◆ WHAT NEEDS TO BE DONE
Search the listing below for the string "indexAccessor" and copy every line where it occurs.

────────────────────

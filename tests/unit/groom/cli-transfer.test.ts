// The command line's transfer (lib/groom/README.md, "Command line"): --from OLD carries the spec
// onto --surface NEW, prints the report, writes it with --report; refusals write nothing.
import { spawnSync } from 'node:child_process';
import { existsSync, mkdtempSync, readFileSync, rmSync, writeFileSync } from 'node:fs';
import { tmpdir } from 'node:os';
import { join } from 'node:path';
import { afterAll, beforeAll, describe, expect, it } from 'vitest';
import { readSurface } from '@/lib/field';
import { identityOfMesh, parseGroomSpecJson, pointOfPosition, type TransferReport } from '@/lib/groom';
import { multiply3, onUnitSphere as at, transferSphere, rotationAbout } from '@/tests/fixtures/transfer-sphere';

const launcher = join(process.cwd(), 'bin', 'whorlwind-groom.mjs');
let folder: string;
const MOVED = { split: 'bc' as const, asTriangles: true, shift: 5, scale: 2.54, rotation: multiply3(rotationAbout('z', 35), rotationAbout('x', 50)), translation: [3, -1, 2] as [number, number, number] };
const moved = transferSphere(12, 16, MOVED);


function run(...args: string[]) {
  const result = spawnSync(process.execPath, [launcher, ...args], { cwd: folder, encoding: 'utf8', timeout: 60_000 });
  return { code: result.status, stdout: result.stdout, stderr: result.stderr.split('\n').filter((l) => l.startsWith('whorlwind-groom')) };
}

beforeAll(() => {
  folder = mkdtempSync(join(tmpdir(), 'whorlwind-transfer-'));
  writeFileSync(join(folder, 'old.obj'), transferSphere(12, 16).obj);
  writeFileSync(join(folder, 'new.obj'), moved.obj);
  writeFileSync(join(folder, 'coat.json'), JSON.stringify({ specVersion: 2, units: 'cm', upAxis: 'z', field: { singularities: [{ point: at(40, 30), index: 1 }, { point: at(130, 200), index: 1 }] }, guides: { count: 50, length: 0.3 } }));
  const pairs = [at(10, 0), at(90, 0), at(90, 90), at(170, 200)].map((p) => ({ from: p, to: moved.place(p) }));
  writeFileSync(join(folder, 'landmarks.json'), JSON.stringify(pairs));
  writeFileSync(join(folder, 'line.json'), JSON.stringify([0, 1, 2].map((k) => ({ from: [k, 0, 0], to: [0, k, 0] }))));
});
afterAll(() => rmSync(folder, { recursive: true, force: true }));

describe('whorlwind-groom --from', () => {
  it('carries the spec onto the new surface by landmarks, prints and writes the report, and grows there', () => {
    // Both files have UVs (read since the reader keeps them), so alignment is asked for by name.
    const r = run('--surface', 'new.obj', '--spec', 'coat.json', '--from', 'old.obj', '--method', 'alignment', '--landmarks', 'landmarks.json', '--report', 'report.json', '--out', 'carried.json', '--out', 'g.usda');
    expect(r.stderr).toEqual([]);
    expect(r.code).toBe(0);
    expect(r.stdout).toMatch(/transfer\s+by alignment along the normal; alignment by landmarks/);
    expect(r.stdout).toMatch(/features\s+2 of 2 carried/);
    expect(r.stdout).toMatch(/field\s+solves with exactly the carried singularities/);
    const report = JSON.parse(readFileSync(join(folder, 'report.json'), 'utf8')) as TransferReport;
    expect(report.features.map((f) => f.path)).toEqual(['field.singularities[0]', 'field.singularities[1]']);
    expect(report.alignment.scale).toBeCloseTo(2.54, 6);
    const carried = parseGroomSpecJson(readFileSync(join(folder, 'carried.json'), 'utf8'));
    const expected = moved.place(at(40, 30));
    // Within one edge of the new sphere (radius 2.54, 16 segments: an edge is about 1 unit).
    expect(Math.hypot(...carried.field.singularities[0].point!.map((x, i) => x - expected[i]))).toBeLessThan(1);
    expect(existsSync(join(folder, 'g.usda'))).toBe(true);
    // Left to choose, it carries by UV, which both files have.
    const auto = run('--surface', 'new.obj', '--spec', 'coat.json', '--from', 'old.obj', '--out', 'auto.json');
    expect(auto.code).toBe(0);
    expect(auto.stdout).toMatch(/transfer\s+by UV/);
  });

  it('a sculpt pass (same polygons, moved vertices): every guide keeps its id, polygon and weights', () => {
    // The old sphere with every vertex pushed out or in a little, as a sculpt pass would.
    let k = 0;
    const sculpt = transferSphere(12, 16).obj.replace(/^v (\S+) (\S+) (\S+)$/gm, (_, x, y, z) => {
      const f = 1 + 0.03 * Math.sin(1.7 * k++);
      return `v ${Number(x) * f} ${Number(y) * f} ${Number(z) * f}`;
    });
    writeFileSync(join(folder, 'sculpt.obj'), sculpt);
    expect(run('--surface', 'old.obj', '--spec', 'coat.json', '--out', 'before.usda').code).toBe(0);
    const after = run('--surface', 'sculpt.obj', '--spec', 'coat.json', '--from', 'old.obj', '--out', 'after.usda');
    expect(after.stderr).toEqual([]);
    expect(after.stdout).toMatch(/transfer\s+by polygon/);
    const primvar = (file: string, name: string) => readFileSync(join(folder, file), 'utf8').match(new RegExp(`primvars:whorlwind:${name} = (\\[[^\\]]*\\])`))![1];
    for (const name of ['guideId', 'rootFace', 'rootBarycentric']) expect(primvar('after.usda', name), name).toBe(primvar('before.usda', name));
  });

  it('writes a spec whose places carry where they sit in the file: polygon, barycentric and UV', () => {
    expect(run('--surface', 'old.obj', '--spec', 'coat.json', '--out', 'placed.json').code).toBe(0);
    const placed = parseGroomSpecJson(readFileSync(join(folder, 'placed.json'), 'utf8'));
    const { mesh } = readSurface(readFileSync(join(folder, 'old.obj')), 'old.obj');
    const identity = identityOfMesh(mesh);
    const size = Math.hypot(2, 2, 2);
    for (const s of placed.field.singularities) {
      expect(s.surface?.uv).toHaveLength(2);
      // The position names the vertex the singularity is placed on (within rounding of the written numbers).
      const back = pointOfPosition(identity, mesh, s.surface!)!;
      const p = mesh.positions;
      const nearest = Math.min(...Array.from({ length: p.length / 3 }, (_, v) => Math.hypot(p[3 * v] - back[0], p[3 * v + 1] - back[1], p[3 * v + 2] - back[2])));
      expect(nearest / size).toBeLessThan(1e-5);
    }
  });

  it('refuses collinear landmarks in one line and writes nothing', () => {
    const r = run('--surface', 'new.obj', '--spec', 'coat.json', '--from', 'old.obj', '--landmarks', 'line.json', '--report', 'refused.json', '--out', 'refused.usda');
    expect(r.code).toBe(1);
    expect(r.stderr).toEqual([expect.stringMatching(/^whorlwind-groom: landmarks: the 3 old surface points lie on one line/)]);
    expect(existsSync(join(folder, 'refused.json'))).toBe(false);
    expect(existsSync(join(folder, 'refused.usda'))).toBe(false);
  });

  it('says a transfer option needs --from (exit code 2)', () => {
    const r = run('--surface', 'new.obj', '--spec', 'coat.json', '--report', 'r.json');
    expect(r.code).toBe(2);
    expect(r.stderr).toEqual(['whorlwind-groom: --report needs --from (the surface the spec was made on)']);
  });
});
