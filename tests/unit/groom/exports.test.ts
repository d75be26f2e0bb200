import { validateBytes } from 'gltf-validator';
import { BufferGeometry, LineSegments } from 'three';
import { OBJLoader } from 'three/examples/jsm/loaders/OBJLoader.js';
import { PLYLoader } from 'three/examples/jsm/loaders/PLYLoader.js';
import { USDAParser } from 'three/examples/jsm/loaders/usd/USDAParser.js';
import { beforeAll, describe, expect, it } from 'vitest';
import { icosphere, torus } from '@/tests/fixtures/shapes';
import { fieldToPly } from '@/lib/groom/export/field-ply';
import { guidesToGltf } from '@/lib/groom/export/gltf';
import type { Guides } from '@/lib/groom/grow/guides';
import { guidesToObj } from '@/lib/groom/export/obj';
import { guidesToUsda, type UsdCurveBasis } from '@/lib/groom/export/usda';
import { groomOn } from './support';

let sphere: ReturnType<typeof groomOn>;
let ring: ReturnType<typeof groomOn>;
const sets = (): [string, Guides][] => [
  ['a Y-up groom in cm', sphere.guides],
  ['a Z-up groom in mm', ring.guides],
];

beforeAll(() => {
  sphere = groomOn(icosphere(3, 1), {
    specVersion: 2,
    units: 'cm',
    field: { singularities: [{ point: [0, 1, 0], index: 1 }, { point: [0, -1, 0], index: 1, twist: 180 }] },
    guides: { density: 20, length: 0.5, pointsPerGuide: 8, curl: { amplitude: 0.02, wavelength: 0.2 } },
  });
  ring = groomOn(torus(20, 7, 32, 16), {
    specVersion: 2,
    units: 'mm',
    upAxis: 'z',
    field: {},
    guides: { count: 150, length: 6, pointsPerGuide: 5 },
  });
});

/** Splits line segments (pairs of points) into polylines: a new curve starts where a segment does not begin at the previous one's end. */
function chainSegments(pairs: ArrayLike<number>): number[][][] {
  const curves: number[][][] = [];
  for (let s = 0; s < pairs.length / 6; s++) {
    const a = [0, 1, 2].map((k) => pairs[6 * s + k]);
    const b = [3, 4, 5].map((k) => pairs[6 * s + k]);
    const last = curves[curves.length - 1];
    const tail = last?.[last.length - 1];
    if (tail && tail.every((x, k) => x === a[k])) last.push(b);
    else curves.push([a, b]);
  }
  return curves;
}

describe('glTF export', () => {
  // Khronos glTF Validator (npm `gltf-validator`, the reference validator of the glTF 2.0
  // specification): every export must give zero errors.
  for (const binary of [false, true]) {
    it(`${binary ? '.glb' : '.gltf'} passes the Khronos validator, and its point and curve counts read back`, async () => {
      for (const [, guides] of sets()) {
        const bytes = guidesToGltf(guides, { binary });
        const report = await validateBytes(bytes, { format: binary ? 'glb' : 'gltf', maxIssues: 0 });
        expect(report.issues.messages.filter((m) => m.severity === 0)).toEqual([]);
        expect(report.issues.numErrors).toBe(0);

        let jsonText: string;
        let bin: Uint8Array;
        if (binary) {
          const view = new DataView(bytes.buffer, bytes.byteOffset);
          const jsonLength = view.getUint32(12, true);
          jsonText = new TextDecoder().decode(bytes.subarray(20, 20 + jsonLength));
          bin = bytes.subarray(28 + jsonLength);
        } else {
          jsonText = new TextDecoder().decode(bytes);
          const uri: string = JSON.parse(jsonText).buffers[0].uri;
          bin = new Uint8Array(Buffer.from(uri.slice(uri.indexOf(',') + 1), 'base64'));
        }
        const json = JSON.parse(jsonText);
        const primitive = json.meshes[0].primitives[0];
        expect(primitive.mode).toBe(1);
        const position = json.accessors[primitive.attributes.POSITION];
        expect(position.count).toBe(guides.count * guides.pointsPerGuide);
        const indexAccessor = json.accessors[primitive.indices];
        const view = json.bufferViews[indexAccessor.bufferView];
        const indices = new Uint32Array(bin.slice(view.byteOffset, view.byteOffset + view.byteLength).buffer);
        let curves = 0;
        for (let s = 0; s < indices.length; s += 2) if (s === 0 || indices[s] !== indices[s - 1]) curves++;
        expect(curves).toBe(guides.count);
      }
    });
  }
});

describe('OBJ export', () => {
  it('reads back through three.js’s OBJLoader as the same curves and points', () => {
    // three.js OBJLoader (three/examples/jsm/loaders/OBJLoader.js): an independent reader of the
    // Wavefront OBJ format, which turns `l` elements into line segments.
    for (const [, guides] of sets()) {
      const group = new OBJLoader().parse(guidesToObj(guides));
      const lines = group.children.filter((c): c is LineSegments => (c as LineSegments).isLineSegments);
      expect(lines.length).toBe(1);
      const position = (lines[0].geometry as BufferGeometry).getAttribute('position').array;
      const curves = chainSegments(position);
      expect(curves.length).toBe(guides.count);
      const n = guides.pointsPerGuide;
      const tolerance = 1e-6 * Math.max(...Array.from(guides.points, Math.abs));
      curves.forEach((curve, g) => {
        expect(curve.length).toBe(n);
        curve.forEach((point, j) => point.forEach((x, k) => expect(Math.abs(x - guides.points[3 * (g * n + j) + k])).toBeLessThan(tolerance)));
      });
    }
  });
});

describe('USD export', () => {
  // three.js USDAParser (three/examples/jsm/loaders/usd/USDAParser.js), an independent general
  // USDA reader; the rules checked are those of the OpenUSD UsdGeomBasisCurves schema
  // documentation (openusd.org, class UsdGeomBasisCurves): type linear|cubic, basis
  // bezier|bspline|catmullRom, wrap nonperiodic|periodic|pinned; curveVertexCounts sums to the
  // number of points; a "vertex" primvar has one value per point; cubic nonperiodic curves need
  // at least 4 vertices, pinned ones at least 2; extent bounds the curves.
  const bases: UsdCurveBasis[] = ['linear', 'bspline', 'catmullRom'];
  for (const basis of bases) {
    it(`writes ${basis} BasisCurves that parse back to the same curves and follow the schema`, () => {
      for (const [, guides] of sets()) {
        const text = guidesToUsda(guides, basis);
        const parser = new USDAParser();
        const { specsByPath } = parser.parseData(text) as { specsByPath: Record<string, { fields: Record<string, unknown> }> };
        const prim = '/Groom/Guides';
        expect(specsByPath[prim].fields.typeName).toBe('BasisCurves');
        const attr = (name: string) => specsByPath[`${prim}.${name}`]?.fields.default;
        const type = attr('type') as string;
        const wrap = attr('wrap') as string;
        expect(['linear', 'cubic']).toContain(type);
        expect(['nonperiodic', 'periodic', 'pinned']).toContain(wrap);
        if (type === 'cubic') {
          expect(['bezier', 'bspline', 'catmullRom']).toContain(attr('basis'));
          expect(attr('basis')).toBe(basis);
          expect(wrap).toBe('pinned');
        } else expect(basis).toBe('linear');
        const counts = attr('curveVertexCounts') as number[];
        const points = attr('points') as number[];
        const widths = attr('widths') as number[];
        expect(counts.length).toBe(guides.count);
        expect(counts.reduce((a, b) => a + b, 0)).toBe(points.length / 3);
        const minimum = type === 'linear' ? 2 : wrap === 'pinned' ? 2 : 4;
        for (const c of counts) expect(c).toBeGreaterThanOrEqual(minimum);
        const tolerance = 1e-6 * Math.max(...Array.from(guides.points, Math.abs));
        expect(points.length).toBe(guides.points.length);
        points.forEach((x, i) => expect(Math.abs(x - guides.points[i])).toBeLessThan(tolerance));
        // The widths' interpolation sits in the attribute's metadata block.
        const tree = parser.parseText(text) as Record<string, Record<string, Record<string | symbol, unknown>>>;
        const guidesBlock = tree['def Xform "Groom"']['def BasisCurves "Guides"'];
        const metaKey = Object.getOwnPropertySymbols(guidesBlock)[0];
        const meta = guidesBlock[metaKey] as Record<string, Record<string, string>>;
        const interpolation = meta['float[] widths'].interpolation.replace(/"/g, '');
        expect(interpolation).toBe('vertex');
        expect(widths.length).toBe(points.length / 3);
        const extent = attr('extent') as number[];
        for (let i = 0; i < points.length; i++) {
          expect(points[i]).toBeGreaterThanOrEqual(extent[i % 3]);
          expect(points[i]).toBeLessThanOrEqual(extent[3 + (i % 3)]);
        }
        expect(specsByPath['/'].fields.upAxis).toBe(guides.upAxis.toUpperCase());
        expect(specsByPath['/'].fields.metersPerUnit).toBe(guides.units === 'mm' ? 0.001 : 0.01);
      }
    });
  }
});

describe('field PLY export', () => {
  it('writes the fixed-core layout: vertices with dx dy dz, faces with dx dy dz, in binary and ASCII', () => {
    const { surface, solved } = sphere;
    const mesh = surface.mesh;
    const nV = mesh.positions.length / 3, nF = mesh.triangles.length / 3;
    for (const ascii of [false, true]) {
      const bytes = fieldToPly(mesh, solved.field, { ascii });
      const text = new TextDecoder().decode(bytes.subarray(0, 600));
      const header = text.slice(0, text.indexOf('end_header\n') + 'end_header\n'.length);
      expect(header.split('\n').filter((l) => !l.startsWith('comment'))).toEqual([
        'ply',
        `format ${ascii ? 'ascii' : 'binary_little_endian'} 1.0`,
        `element vertex ${nV}`,
        'property float x',
        'property float y',
        'property float z',
        'property float dx',
        'property float dy',
        'property float dz',
        `element face ${nF}`,
        'property list uchar int vertex_indices',
        'property float dx',
        'property float dy',
        'property float dz',
        'end_header',
        '',
      ]);
      // three.js PLYLoader, an independent PLY reader, sees the same vertices and faces.
      const geometry = new PLYLoader().parse(bytes.buffer.slice(bytes.byteOffset, bytes.byteOffset + bytes.byteLength) as ArrayBuffer);
      expect(geometry.getAttribute('position').count).toBe(nV);
      expect(geometry.getIndex()!.count).toBe(3 * nF);
      if (!ascii) {
        const view = new DataView(bytes.buffer, bytes.byteOffset + header.length);
        const faceStart = 24 * nV;
        for (let f = 0; f < nF; f += 37) {
          const o = faceStart + 25 * f;
          expect(view.getUint8(o)).toBe(3);
          for (let k = 0; k < 3; k++) {
            expect(view.getInt32(o + 1 + 4 * k, true)).toBe(mesh.triangles[3 * f + k]);
            expect(view.getFloat32(o + 13 + 4 * k, true)).toBeCloseTo(solved.field.faceDirection[3 * f + k], 6);
          }
        }
        for (let v = 0; v < nV; v += 13) {
          for (let k = 0; k < 3; k++) expect(view.getFloat32(24 * v + 12 + 4 * k, true)).toBeCloseTo(solved.field.vertexDirection[3 * v + k], 6);
        }
      }
    }
  });
});
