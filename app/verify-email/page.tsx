// Opened from the confirmation e-mail: confirms the address the token was sent to.
import type { Metadata } from 'next';
import Link from 'next/link';
import { AccountPanel } from '@/components/account/AccountPanel';
import { ResendVerificationForm } from '@/components/account/ResendVerificationForm';
import { Notice } from '@/components/ui/Notice';
import { TOKEN_PROBLEM_MESSAGES, verifyEmail, type VerifyEmailResult } from '@/lib/accounts/users';
import { tokenField } from '@/lib/accounts/schemas';

export const metadata: Metadata = { title: 'Confirm your e-mail address' };

export default async function VerifyEmailPage({ searchParams }: { searchParams: Promise<Record<string, string | string[] | undefined>> }) {
  const token = tokenField.safeParse((await searchParams).token);
  const result: VerifyEmailResult = token.success ? await verifyEmail(token.data) : { ok: false, problem: 'invalid-token' };

  if (result.ok) {
    return (
      <AccountPanel title="Your address is confirmed">
        <Notice tone="success">
          <strong>{result.email}</strong> is confirmed. Welcome to Whorlwind.
        </Notice>
        <Link href="/signin" className="self-start rounded-full bg-bracken px-5 py-2.5 font-semibold text-chalk no-underline hover:bg-bracken-deep">
          Sign in
        </Link>
      </AccountPanel>
    );
  }
  return (
    <AccountPanel title="This link did not work">
      <Notice tone={result.problem === 'used-token' ? 'info' : 'error'}>{TOKEN_PROBLEM_MESSAGES['verify-email'][result.problem]}</Notice>
      {result.problem === 'used-token' ? (
        <Link href="/signin" className="font-semibold text-tarn">
          Sign in
        </Link>
      ) : (
        <ResendVerificationForm />
      )}
    </AccountPanel>
  );
}
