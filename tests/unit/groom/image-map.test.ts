import { spawnSync } from 'node:child_process';
import { mkdtempSync, readFileSync, rmSync, writeFileSync } from 'node:fs';
import { tmpdir } from 'node:os';
import { join } from 'node:path';
import sharp, { type Sharp } from 'sharp';
import { afterAll, describe, expect, it } from 'vitest';
import { readSurface, type TriangleMesh } from '@/lib/field';
import { gridPlane } from '@/tests/fixtures/shapes';
import { readImageMap } from '@/lib/groom/render/image-map';
import { decodeMap } from '@/lib/groom/place/maps';
import { GroomError } from '@/lib/groom/errors';
import { parseGroomSpecJson } from '@/lib/groom/spec/spec';

/** A 4 × 4-pixel image's value at column x, row y (row 0 at the top), 16-bit. */
const PIXEL16 = (x: number, y: number) => 1000 * (4 * y + x) + 7 * x;

/**
 * The 3 × 3-cell grid (16 vertices) whose vertex (i, j) has UV ((i + ½)/4, (j + ½)/4): the centre
 * of pixel column i, row 3 − j (UV's v rises upward, image rows run downward; the OBJ, USD and
 * glTF-turned convention of lib/field's readers).
 */
function gridWithUvs(): TriangleMesh {
  const mesh = gridPlane(3, 3);
  const uv = new Float32Array(2 * mesh.triangles.length);
  mesh.triangles.forEach((v, c) => {
    uv[2 * c] = ((v % 4) + 0.5) / 4;
    uv[2 * c + 1] = (Math.floor(v / 4) + 0.5) / 4;
  });
  return { ...mesh, cornerUvs: uv };
}

const folders: string[] = [];
afterAll(() => folders.forEach((f) => rmSync(f, { recursive: true, force: true })));

describe('maps read from an image through the UVs', () => {
  // The images are built with sharp from raw pixels and read back through its decoders; the
  // expected values are the pixels written (PNG: ISO/IEC 15948, 8 and 16 bits per sample).
  it('reads 16-bit PNG and TIFF: at each pixel centre exactly that pixel, scaled to [low, high]', async () => {
    const raw = Uint16Array.from({ length: 16 }, (_x, k) => PIXEL16(k % 4, Math.floor(k / 4)));
    const grey16 = () => sharp(raw, { raw: { width: 4, height: 4, channels: 1 } }).toColourspace('grey16');
    for (const bytes of [await grey16().png().toBuffer(), await grey16().tiff({ compression: 'lzw' }).toBuffer()]) {
      expect((await sharp(bytes).metadata()).depth).toBe('ushort');
      const mesh = gridWithUvs();
      const values = await readImageMap(bytes, mesh, { low: 0.5, high: 2.5 });
      for (let v = 0; v < 16; v++) {
        const i = v % 4, j = Math.floor(v / 4);
        expect(values[v]).toBe(0.5 + (2 * PIXEL16(i, 3 - j)) / 65535);
      }
    }
  });

  it('reads 8-bit PNG and TIFF, bilinear between pixel centres, and a UV-split vertex takes the mean of its corners', async () => {
    const raw = Uint8Array.from({ length: 16 }, (_x, k) => 16 * k + 3);
    const mesh = gridWithUvs();
    // Vertex 5's corners in its first triangle are moved halfway to the next pixel to the right:
    // there it reads the mean of two pixels; its other corners read its own pixel.
    const uv = mesh.cornerUvs!;
    const corners = [...mesh.triangles.keys()].filter((c) => mesh.triangles[c] === 5);
    uv[2 * corners[0]] += 0.125;
    // TIFF without loss (sharp's TIFF writer compresses with JPEG unless told otherwise).
    for (const encode of [(s: Sharp) => s.toColourspace('b-w').png(), (s: Sharp) => s.toColourspace('b-w').tiff({ compression: 'lzw' })]) {
      const bytes = await encode(sharp(raw, { raw: { width: 4, height: 4, channels: 1 } })).toBuffer();
      const values = await readImageMap(bytes, mesh);
      const pixel = (i: number, j: number) => raw[4 * (3 - j) + i] / 255;
      expect(values[0]).toBe(pixel(0, 0));
      expect(values[15]).toBe(pixel(3, 3));
      const own = pixel(1, 1), halfway = (raw[4 * 2 + 1] + raw[4 * 2 + 2]) / 2 / 255;
      expect(values[5]).toBeCloseTo((halfway + (corners.length - 1) * own) / corners.length, 12);
    }
  });

  it('refuses a surface without UVs, and bytes that are no image, in words', async () => {
    const png = await sharp(new Uint8Array(4), { raw: { width: 2, height: 2, channels: 1 } }).png().toBuffer();
    await expect(readImageMap(png, gridPlane(2, 2))).rejects.toThrow(/The surface has no UVs/);
    await expect(readImageMap(png, gridPlane(2, 2))).rejects.toBeInstanceOf(GroomError);
    await expect(readImageMap(new TextEncoder().encode('not an image'), gridWithUvs())).rejects.toThrow(/The map image cannot be read/);
  });

  it('the command line paints a map from an image (--map length=…) and refuses a surface without UVs', async () => {
    const folder = mkdtempSync(join(tmpdir(), 'whorlwind-map-'));
    folders.push(folder);
    const mesh = gridPlane(3, 3);
    const obj = [
      ...Array.from({ length: 16 }, (_x, v) => `v ${mesh.positions[3 * v]} ${mesh.positions[3 * v + 1]} 0`),
      ...Array.from({ length: 16 }, (_x, v) => `vt ${((v % 4) + 0.5) / 4} ${(Math.floor(v / 4) + 0.5) / 4}`),
      ...Array.from({ length: mesh.triangles.length / 3 }, (_x, f) => `f ${[0, 1, 2].map((k) => `${mesh.triangles[3 * f + k] + 1}/${mesh.triangles[3 * f + k] + 1}`).join(' ')}`),
    ].join('\n');
    writeFileSync(join(folder, 'sheet.obj'), `${obj}\n`);
    writeFileSync(join(folder, 'bare.obj'), `${obj.split('\n').filter((l) => !l.startsWith('vt')).map((l) => l.replace(/\/\d+/g, '')).join('\n')}\n`);
    writeFileSync(join(folder, 'coat.json'), JSON.stringify({ specVersion: 3, units: 'cm', upAxis: 'z', field: { referenceDirection: [1, 0, 0] }, guides: { count: 20, length: 0.1 } }));
    const raw = Uint16Array.from({ length: 16 }, (_x, k) => PIXEL16(k % 4, Math.floor(k / 4)));
    writeFileSync(join(folder, 'hair-length.png'), await sharp(raw, { raw: { width: 4, height: 4, channels: 1 } }).toColourspace('grey16').png().toBuffer());
    const run = (...args: string[]) => spawnSync(process.execPath, [join(process.cwd(), 'bin', 'whorlwind-groom.mjs'), ...args], { cwd: folder, encoding: 'utf8', timeout: 60_000 });

    const ok = run('--surface', 'sheet.obj', '--spec', 'coat.json', '--map', 'length=hair-length.png@0.5,2.5', '--out', 'painted.json', '--out', 'g.usda');
    expect(ok.stderr).toBe('');
    expect(ok.status).toBe(0);
    const spec = parseGroomSpecJson(readFileSync(join(folder, 'painted.json'), 'utf8'));
    const sheet = readSurface(readFileSync(join(folder, 'sheet.obj')), 'sheet.obj').mesh;
    const values = decodeMap(spec.maps![0], sheet);
    for (let v = 0; v < 16; v++) {
      const file = sheet.positions[3 * v], fy = sheet.positions[3 * v + 1];
      const i = Math.round((file + 0.5) * 3), j = Math.round((fy + 0.5) * 3);
      // 16-bit codes between the map's own low and high: within half a code step of the pixel.
      expect(Math.abs(values[v] - (0.5 + (2 * PIXEL16(i, 3 - j)) / 65535))).toBeLessThanOrEqual((spec.maps![0].high - spec.maps![0].low) / 65535 / 2 + 1e-12);
    }

    const bare = run('--surface', 'bare.obj', '--spec', 'coat.json', '--map', 'length=hair-length.png', '--out', 'x.usda');
    expect(bare.status).toBe(1);
    expect(bare.stderr).toMatch(/^whorlwind-groom: The surface has no UVs/);
    const typo = run('--surface', 'sheet.obj', '--spec', 'coat.json', '--map', 'lenght=hair-length.png');
    expect(typo.status).toBe(2);
    expect(typo.stderr).toMatch(/--map lenght=hair-length.png: write it as attribute=image.png/);
  });
});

────────────────────

◆ RESPONSE BOX
        const indexAccessor = json.accessors[primitive.indices];
        const view = json.bufferViews[indexAccessor.bufferView];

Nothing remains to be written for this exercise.